Exercise goal: Look through the records below for the line with "assert_same(load_scenario_text(text), _pump())" and the line with "[control.speed]", then return those lines and all lines between, exactly.

Given information:
......
def test_a_unit_string_that_is_not_exact_falls_back_to_the_si_number(monkeypatch) -> None:
    real = write_module.to_si

    def one_ulp_off(value, unit, **kwargs):
        return math.nextafter(real(value, unit, **kwargs), math.inf)

    monkeypatch.setattr(write_module, "to_si", one_ulp_off)
    sc = _pump()
    text = scenario_to_toml(sc)
    doc = tomllib.loads(text)
    assert doc["motor"]["resistance"] == sc.motor.resistance  # a plain TOML float, SI
    assert isinstance(doc["motor"]["resistance"], float)
    monkeypatch.undo()
    assert_same(load_scenario_text(text), sc)


def test_header_is_a_comment_block_at_the_top() -> None:
    text = scenario_to_toml(_pump(), header="Coolant pump, copy\n\nmade by a sweep\x07")
    lines = text.splitlines()
    assert lines[:3] == ["# Coolant pump, copy", "#", "# made by a sweep\\u0007"]
    assert_same(load_scenario_text(text), _pump())


# --------------------------------------------------------------------------------------------
# File references
# --------------------------------------------------------------------------------------------

FILE_BELT = """
[simulation]
duration = "0.3 s"
[motor]
resistance = "1.0 ohm"
inductance = "3 mH"
torque_constant = "0.1 N*m/A"
inertia = "1e-4 kg*m^2"
[supply]
voltage = "24 V"
resistance = "0.2 ohm"
capacitance = "2200 uF"
[bridge]
model = "averaged"
[supply_profile]
file = "sag.csv"
[control]
mode = "speed"
[control.current]
kp = "9.42 V/A"
ki = "3142 V/(A*s)"
sample_time = "50 us"
[control.speed]
kp = "1.257 A*s/rad"
ki = "98.7 A/rad"
sample_time = "200 us"
limit = "8 A"
[control.reference]
kind = "table"
file = "speeds.csv"
"""


@pytest.fixture
def belt_folder(tmp_path: Path) -> Path:
    folder = tmp_path / "belt"
    folder.mkdir()
    # Melting times from t = tau ln(I^2 / (I^2 - I_min^2)), tau = 0.42 s, I_min = 21 A
    # (invented curve; the first-order fuse model's own form, so the fit is exact).
    rows = [(i, 0.42 * math.log(i**2 / (i**2 - 21.0**2))) for i in (22.0, 30.0, 60.0)]
    (folder / "curve.csv").write_text("".join(f"{i!r},{t!r}\n" for i, t in rows), "utf-8")
    (folder / "sag.csv").write_text("0,24\n0.005,18\n0.05,24\n", encoding="utf-8")
    (folder / "speeds.csv").write_text("0,0\n0.1,80\n0.2,80\n", encoding="utf-8")
    (folder / "belt.toml").write_text(FILE_BELT, encoding="utf-8")
    return folder


def _without_paths(sc: Scenario) -> Scenario:
    return dataclasses.replace(
        sc,
        source="",
        supply_profile=dataclasses.replace(sc.supply_profile, file=None),
        control=dataclasses.replace(
            sc.control, reference=dataclasses.replace(sc.control.reference, file=None)
        ),
    )


def test_file_references_are_written_absolute_by_default(belt_folder: Path, tmp_path: Path):
    sc = load_scenario(belt_folder / "belt.toml")
    elsewhere = tmp_path / "elsewhere"
    elsewhere.mkdir()
    path = write_scenario(sc, elsewhere / "copy.toml")
    back = load_scenario(path)
    doc = tomllib.loads(path.read_text("utf-8"))
    assert Path(doc["supply_profile"]["file"]) == (belt_folder / "sag.csv").resolve()
    assert Path(doc["control"]["reference"]["file"]) == (belt_folder / "speeds.csv").resolve()
    # What the files hold is read again from the same files.
    assert back.supply_profile.times_s == sc.supply_profile.times_s
    assert back.control.reference.values == sc.control.reference.values
    assert _without_paths(back) == _without_paths(sc)


def test_file_references_relative_to_the_new_folder(belt_folder: Path, tmp_path: Path):
    sc = load_scenario(belt_folder / "belt.toml")
    # Written for the scenario's own folder, the paths come back exactly as they were.
    same = scenario_to_toml(sc, relative_to=belt_folder)
    assert_same(load_scenario_text(same, source=str(belt_folder / "belt.toml")), sc)
    # Written for a sibling folder, they lead back into the original one.
    other = tmp_path / "other"
    other.mkdir()
    text = scenario_to_toml(sc, relative_to=other)
    assert tomllib.loads(text)["supply_profile"]["file"] == os.path.join("..", "belt", "sag.csv")
    back = load_scenario_text(text, source=str(other / "copy.toml"))
    assert _without_paths(back) == _without_paths(sc)


def test_file_references_of_text_scenarios_are_kept_as_given(belt_folder: Path) -> None:
    sc = load_scenario(belt_folder / "belt.toml")
    from_text = dataclasses.replace(sc, source="<text>")
    doc = tomllib.loads(scenario_to_toml(from_text))
    assert doc["supply_profile"]["file"] == "sag.csv"
    assert doc["control"]["reference"]["file"] == "speeds.csv"


def test_fuse_table_path_is_written_like_the_other_file_references(belt_folder: Path) -> None:
    sc = load_scenario(belt_folder / "belt.toml")
    with_table = dataclasses.replace(sc, fuse=Fuse(rated_current=10.0, table="curve.csv"))
    doc = tomllib.loads(scenario_to_toml(with_table))
    assert doc["fuse"] == {"rated_current": "10.0 A", "table": str(belt_folder / "curve.csv")}
    doc = tomllib.loads(scenario_to_toml(with_table, relative_to=belt_folder))
    assert doc["fuse"]["table"] == "curve.csv"


def test_fuse_table_from_a_csv_file_round_trips(belt_folder: Path) -> None:
    text = FILE_BELT.replace(
        "[control]", '[fuse]\nrated_current = "10 A"\ntable = "curve.csv"\n[control]'
    )
    (belt_folder / "fused.toml").write_text(text, encoding="utf-8")
    sc = load_scenario(belt_folder / "fused.toml")
    back = load_scenario_text(scenario_to_toml(sc), source="<written>")
    assert back.fuse.table_points == sc.fuse.table_points


# --------------------------------------------------------------------------------------------
# write_scenario
# --------------------------------------------------------------------------------------------
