import math
import textwrap
from collections.abc import Mapping
from dataclasses import dataclass
from typing import Any

from dcsim.errors import ScenarioError

__all__ = [
    "CATALOGUE_KEYS",
    "MODEL_KEYS",
    "WARN_PERCENT",
    "CatalogueCheck",
    "Derivation",
    "derive_motor",
    "format_machine",
    "format_motor",
    "machine_as_dict",
    "mechanical_time_constant",
    "motor_as_dict",
    "no_load_current",
    "no_load_speed",
    "speed_constant_from_torque_constant",
    "stall_current",
    "stall_torque",
    "torque_constant_from_speed_constant",
]

WARN_PERCENT = 5.0
"""Catalogue figures that differ from the model's value by more than this [%] are warned about
(common practice, no source: catalogue figures carry a tolerance of about +-5 to 10 %)."""

CONTRADICTION_PERCENT = 5.0
"""``torque_constant`` and ``speed_constant`` are one quantity in two units: given both, they
may differ by at most this [%] (rounding), or the data are refused as contradictory."""

CATALOGUE_KEYS = (
    "nominal_voltage",
    "no_load_speed",
    "no_load_current",
    "stall_torque",
    "stall_current",
    "speed_constant",
    "mechanical_time_constant",
)
"""Keys of ``[motor]`` that hold catalogue figures (the model keys are :data:`MODEL_KEYS`)."""

MODEL_KEYS = (
    "resistance",
    "inductance",
    "torque_constant",
    "inertia",
    "viscous_friction",
    "coulomb_friction",
)
"""Keys of ``[motor]`` the simulation reads (SI)."""

DERIVABLE_KEYS = ("resistance", "torque_constant", "inertia", "coulomb_friction")
"""Model keys that can come from catalogue figures."""

_AT_NOMINAL_VOLTAGE = ("no_load_speed", "no_load_current", "stall_torque", "stall_current")
"""Catalogue figures that only mean something at a stated voltage."""

_RPM = 2.0 * math.pi / 60.0  # rad/s per rpm


# --------------------------------------------------------------------------------------------
# The relations, one function each
# --------------------------------------------------------------------------------------------


def torque_constant_from_speed_constant(speed_constant_rpm_per_V: float) -> float:
    """Torque constant of a speed constant given in rpm/V.

    Parameters
    ----------
    speed_constant_rpm_per_V : float
        Speed constant ``Kv`` [rpm/V]: no-load speed per volt of back-EMF.

    Returns
    -------
    float
        ``Kt = 60 / (2 pi Kv) = 9.5493 / Kv`` [N*m/A] (= [V*s/rad]).

    Notes
    -----
    Power balance ``e i = T w`` makes the back-EMF constant in V*s/rad equal to the torque
    constant in N*m/A; the speed constant is its inverse, written per minute and per
    revolution (Hughes & Drury, *Electric Motors and Drives*, 4th ed., ch. 3).
    """
    return 60.0 / (2.0 * math.pi * speed_constant_rpm_per_V)


def speed_constant_from_torque_constant(torque_constant_Nm_per_A: float) -> float:
    """Speed constant [rpm/V] of a torque constant [N*m/A]: ``Kv = 60 / (2 pi Kt)``."""
    return 60.0 / (2.0 * math.pi * torque_constant_Nm_per_A)


def stall_current(voltage_V: float, resistance_ohm: float) -> float:
    """Stall (locked-rotor) current ``V / R`` [A] of voltage [V] and terminal resistance [ohm].

    At standstill there is no back-EMF, so the steady armature current is ``V / R`` (Hughes &
    Drury, ch. 3, armature equivalent circuit).
    """
    return voltage_V / resistance_ohm


def stall_torque(voltage_V: float, resistance_ohm: float, torque_constant_Nm_per_A: float) -> float:
    """Stall torque ``K V / R`` [N*m] (``T = K i`` at the stall current; no friction).

    Parameters
    ----------
    voltage_V : float
        Terminal voltage [V].
    resistance_ohm : float
        Terminal resistance [ohm].
    torque_constant_Nm_per_A : float
        [N*m/A]
    """
    return torque_constant_Nm_per_A * voltage_V / resistance_ohm
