def time_in_condition(t_s: ArrayLike, flag: ArrayLike) -> float:
    """Total time a sampled boolean flag is true, s.

    Sample-and-hold: each interval ``[t_k, t_{k+1})`` counts when ``flag[k]`` is true; the value
    of the last sample starts no interval and is not counted.

    Parameters
    ----------
    t_s : array_like
        Sample times, s; 1-D, strictly rising.
    flag : array_like
        Booleans, or numbers that are each 0 or 1; same length as ``t_s``.

    Returns
    -------
    float
        Time with the flag set, s.

    Raises
    ------
    ValueError
        On malformed traces or a flag value other than 0/1/True/False.
    """
    t, f = _check_traces(t_s, ("flag", flag))
    not_binary = (f != 0.0) & (f != 1.0)
    if np.any(not_binary):
        k = int(np.argmax(not_binary))
        raise ValueError(f"flag: expected only 0/1 or booleans, found flag[{k}] = {float(f[k])!r}")
    return float(np.sum(np.diff(t)[f[:-1] == 1.0]))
......
Answer to this exercise:
    assert_same(load_scenario_text(text), _pump())


# --------------------------------------------------------------------------------------------
# File references
# --------------------------------------------------------------------------------------------

FILE_BELT = """
[simulation]
duration = "0.3 s"
[motor]
resistance = "1.0 ohm"
inductance = "3 mH"
torque_constant = "0.1 N*m/A"
inertia = "1e-4 kg*m^2"
[supply]
voltage = "24 V"
resistance = "0.2 ohm"
capacitance = "2200 uF"
[bridge]
model = "averaged"
[supply_profile]
file = "sag.csv"
[control]
mode = "speed"
[control.current]
kp = "9.42 V/A"
ki = "3142 V/(A*s)"
sample_time = "50 us"
[control.speed]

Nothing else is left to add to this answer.